I’d regularly make my covert rounds through the apartment, beginning in the living room, where I’d climb up on the long, deep, velvety sofa and quietly lift the lid off a porcelain box on the gilded, mirror-topped table.

Following my greedy reflection in the mottled, gold looking glass. 

Seeing no signs of remorse for more than my fill of butterscotch and Bulls-Eyes.

Circumnavigating the well-vacuumed wall-to-wall that day, I scanned the living room horizon for a glimmer of red, green, gold, or silver wrappers through thick, crystal candy dishes.

And was not disappointed.

Halloween and the other less candy-related holidays were coming and Nonnie’s larder was especially bountiful.

Sugarful.

Hopped up on sweets and the even sweeter taste of pedal-powered independence, it’s little wonder why, when Nonnie told me she had something to give me for my birthday and showed me a beautiful, porcelain doll, I wanted to take possession of it.

Immediately.

Nonnie refused, at first, insisting that she bring it to Aunt Ar and Uncle John’s when she and Papa came later. But as an obvious and well-chosen favorite, my sugar-induced swagger won her over and she wrapped the doll in an old towel, put it in a thick, white plastic bag and handed it to me.

Hesitating.

Frowning.

She followed us out the apartment door.

Her tiny, slippered feet shuffling at my heels all the way to the elevator.

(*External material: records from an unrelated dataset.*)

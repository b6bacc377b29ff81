#!/usr/bin/env bash
# Installs what is missing, builds nightweigh, starts it on an invented market, feeds it three years of
# closes, and shows what a person would look at. `--once` stops the service at the end.
set -euo pipefail
cd "$(dirname "$0")/.."
. deploy/packages.sh

once=false
case "${1:-}" in
  "") ;;
  --once) once=true ;;
  *) echo "usage: deploy/demo.sh [--once]" >&2; exit 2 ;;
esac
folder=$PWD/var/demo
program=$PWD/build/release/nightweigh
settings=$folder/nightweigh.yaml
pid_file=$PWD/var/demo.pid

# shellcheck disable=SC2086
progress "packages" install_packages $packages_build
export CMAKE_CXX_COMPILER_LAUNCHER=ccache NINJA_STATUS="[%f/%t %es] "
build() { cmake --preset release -DBUILD_TESTING=OFF >/dev/null && cmake --build --preset release --target nightweigh; }
progress "build" build

# A service of an earlier run is stopped, and its data goes: each run starts afresh.
if [ -f "$pid_file" ] && old=$(cat "$pid_file") && [ "$(readlink "/proc/$old/exe" 2>/dev/null)" = "$program" ]; then
  echo "== stopping the service of an earlier run"
  kill "$old"
  while [ -d "/proc/$old" ]; do sleep 0.1; done
fi
rm -rf "$folder"

echo
"$program" scenario --out "$folder" --seed 7
echo
"$program" inspect --settings "$settings"

echo
echo "== starting the service"
"$program" serve --settings "$settings" >"$folder/service.log" 2>&1 &
service=$!
echo "$service" >"$pid_file"
for _ in $(seq 100); do
  [ -f "$folder/var/endpoints.json" ] && break
  [ -d "/proc/$service" ] || { cat "$folder/service.log" >&2; exit 1; }
  sleep 0.1
done
address=$(sed 's/.*"http":"\([^"]*\)".*/\1/' "$folder/var/endpoints.json")

echo "== most days through the drop folder: a finished file is renamed into $folder/var/drop"
total=$(find "$folder/closes" -name '*.csv' | wc -l)
for file in "$folder"/closes/*.csv; do
  name=$(basename "$file")
  cp "$file" "$folder/var/drop/.$name.part"
  mv "$folder/var/drop/.$name.part" "$folder/var/drop/$name"
done
taken=0
for _ in $(seq 1200); do
  now=$(find "$folder/var/drop/accepted" -name '*.csv' | wc -l)
  if [ "$now" != "$taken" ]; then taken=$now; echo "   $taken of $total months taken"; fi
  [ "$taken" = "$total" ] && break
  if [ -n "$(find "$folder/var/drop/refused" -type f)" ]; then cat "$folder"/var/drop/refused/*.reason.txt >&2; exit 1; fi
  [ -d "/proc/$service" ] || { tail -n 20 "$folder/service.log" >&2; exit 1; }
  sleep 0.1
done
[ "$taken" = "$total" ] || { echo "the service did not take the files in time; see $folder/service.log" >&2; exit 1; }

echo "== the last days through the socket"
"$program" feed --settings "$settings" "$folder"/last/*.json

for book in harbour meadow; do
  echo
  echo "== target of $book"
  "$program" target --settings "$settings" --book "$book"
done
echo "   (stale, because the invented market ends there and no closes came since)"
echo
echo "== the trade log of harbour: its last ten nights"
"$program" log --settings "$settings" --book harbour --limit 10
move=$("$program" log --settings "$settings" --book harbour --verdict move --limit 1 --json |
  sed -n 's/.*"rows":\[{"date":"\([0-9-]*\)".*/\1/p')
echo
echo "== one night's evidence: the last one that proposed a trade"
"$program" night --settings "$settings" --book harbour "$move"

echo
echo "nightweigh proposes; it never sends an order, and is no investment advice."
if $once; then
  kill "$service"
  wait "$service" || true
  rm -f "$pid_file"
  echo "The service was stopped. Its log: $folder/service.log"
else
  echo "The service runs:    http://$address/v1/books/harbour/target"
  echo "Look around:         $program log --settings $settings --book harbour --reasons"
  echo "Its log:             $folder/service.log"
  echo "Stop it:             kill $service"
fi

As the automatic door glided shut, I hugged the plastic bag and lowered my eyes to the now descending floor, avoiding Nonnie’s last pleading look.

Knowing she’d likely be watching from her living room window three stories up, I very carefully placed the reluctantly released gift into the metal basket of the borrowed bike, grabbed a handlebar and, with what I determined to be an air of rogue nonchalance, attempted to kick my leg OVER the center bar that boys have on their bikes for no apparent reason.

I fell short.

Knocking the bike on its side.

Spilling the fragile contents of the basket.

Mary and Gina, both straddling their bar-less bikes, each with a foot on a pedal and a look of fleeing in their eyes, were stunned silent and slack-jawed. Like a terrible accident at the side of the road, neither could look away from the body in the bag.

Even though the sight of it was truly dreadful - a total nightmare - it was nothing compared to what my eyes were about to search out.

Nonnie, three floors up, bearing witness to it all.

Witness to my fall.

My failure.

She shook her head and crossed her arms. Her eyes never once leaving me, refusing to budge from the window of her velvety world of gild and glass, of lacy figurines and candy-filled cabinets, of obvious favorites and grave disappointments.

Of which I was now the latter.

With the sugar-buzz busted and my confidence shattered like the small, doll’s head, the procession home was silent and somber.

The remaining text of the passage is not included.